Examine each line of the data. Copy the line if it includes the word "lambda".

#### Saved entries
:::::
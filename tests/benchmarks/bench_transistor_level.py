"""How much cheaper a decision of the emitted model is than one of a transistor-level transient.

Run alone: ``python tests/benchmarks/bench_transistor_level.py``. A clocked latch of invented
device values, like the demo's, in ngspice's built-in BSIM3 model with ngspice's own step
control, against the emitted model of a cell with all effects in Icarus. Processor time a
decision. Bound: 100 times. With ngspice's simplest model (level 1) the ratio is smaller; it is
printed without a bound.
"""

from __future__ import annotations

import re
import resource
import subprocess
import sys
from pathlib import Path
from tempfile import TemporaryDirectory

sys.path.insert(0, str(Path(__file__).parents[2]))

from behavgen.emit.systemverilog import systemverilog
from tests.benchmarks.bench_decision_cost import DECISIONS, Bench, macros_for, simulation_s
from tests.example_models import complete_model

LEAST = 100.0
CYCLES = 40
CYCLE_NS = 1.0
DEVICES = {
    "BSIM3": (
        "level=8 version=3.3.0 vth0=0.35 tox=2.5n",
        "level=8 version=3.3.0 vth0=-0.35 tox=2.5n",
    ),
    "level 1": (
        "level=1 vto=0.35 kp=300u lambda=0.1 tox=2.5n cgso=0.3n cgdo=0.3n",
        "level=1 vto=-0.35 kp=100u lambda=0.12 tox=2.5n cgso=0.3n cgdo=0.3n",
    ),
}
"""Invented values: an n-channel and a p-channel device."""
NETLIST = """\
clocked latch of invented device values
.model n nmos {n_channel}
.model p pmos {p_channel}
vdd vdd 0 1.2
vclk clk 0 pulse(0 1.2 0.5n 20p 20p 0.48n 1n)
vip ip 0 pwl({positive})
vin in 0 pwl({negative})
mtail tail clk 0 0 n w=4u l=0.1u
minp x ip tail 0 n w=4u l=0.1u
minn y in tail 0 n w=4u l=0.1u
mn1 outn outp x 0 n w=2u l=0.1u
mn2 outp outn y 0 n w=2u l=0.1u
mp1 outn outp vdd vdd p w=2u l=0.1u
mp2 outp outn vdd vdd p w=2u l=0.1u
mr1 outn clk vdd vdd p w=2u l=0.1u
mr2 outp clk vdd vdd p w=2u l=0.1u
mr3 x clk vdd vdd p w=1u l=0.1u
mr4 y clk vdd vdd p w=1u l=0.1u
c1 outp 0 10f
c2 outn 0 10f
.control
set num_threads=1
tran {cycle}n {stop}n
let separation = v(outp) - v(outn)
{measures}
quit
.endc
.end
"""


def input_v(cycle: int) -> float:
    """Return half the differential input of a cycle in V."""
    state = 1
    for _ in range(cycle + 1):
        state = (state * 25173 + 13849) & 65535
    return (state - 32767.5) * 4.5e-6


def netlist(devices: tuple[str, str]) -> str:
    """Return the circuit with its inputs, and a measurement in each decision phase."""
    steps: dict[float, list[str]] = {1.0: [], -1.0: []}
    for sign, points in steps.items():
        for cycle in range(CYCLES):
            level = 0.65 + sign * input_v(cycle)
            points += [f"{cycle + 0.1:.2f}n {level:.9f}", f"{cycle + 1.05:.2f}n {level:.9f}"]
    measures = "\n".join(
        f"meas tran difference{k} find separation at={k + 0.95:.2f}n" for k in range(CYCLES)
    )
    return NETLIST.format(
        n_channel=devices[0], p_channel=devices[1], positive=" ".join(steps[1.0]),
        negative=" ".join(steps[-1.0]), cycle=CYCLE_NS, stop=CYCLES * CYCLE_NS, measures=measures,
    )  # fmt: skip


def transient_s(folder: Path, devices: tuple[str, str]) -> float:
    """Return the processor time of one decision; all must be right."""
    (folder / "latch.cir").write_text(netlist(devices))
    begin = resource.getrusage(resource.RUSAGE_CHILDREN).ru_utime
    command = ["ngspice", "-b", "latch.cir"]
    done = subprocess.run(command, cwd=folder, check=False, capture_output=True, text=True)
    spent = resource.getrusage(resource.RUSAGE_CHILDREN).ru_utime - begin
    found = dict(re.findall(r"^difference(\d+)\s*=\s*(\S+)", done.stdout, re.MULTILINE))
    assert len(found) == CYCLES, done.stdout[-2000:]
    wrong = [k for k, value in found.items() if (float(value) > 0.0) != (input_v(int(k)) > 0.0)]
    assert not wrong, wrong
    return spent / CYCLES


def main() -> int:
    """Print the figures; return 1 when the bound is missed."""
    model = complete_model()
    with TemporaryDirectory() as name:
        folder = Path(name)
        bench = Bench(folder=folder, cell=model.cell.name, text=systemverilog(model).text,
                      macros=macros_for(model, model.cell.name))  # fmt: skip
        emitted_s = simulation_s(bench.in_icarus(), 0) / DECISIONS
        ratios = {}
        for words, devices in DEVICES.items():
            transistor_s = transient_s(folder, devices)
            ratios[words] = transistor_s / emitted_s
            print(f"transient, {words:8} {1e6 * transistor_s:9.1f} us a decision, "
                  f"{ratios[words]:7.0f} times the model's {1e6 * emitted_s:.1f} us")  # fmt: skip
    return int(ratios["BSIM3"] < LEAST)


if __name__ == "__main__":
    sys.exit(main())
:::::
#### Task result
        "level=1 vto=0.35 kp=300u lambda=0.1 tox=2.5n cgso=0.3n cgdo=0.3n",
        "level=1 vto=-0.35 kp=100u lambda=0.12 tox=2.5n cgso=0.3n cgdo=0.3n",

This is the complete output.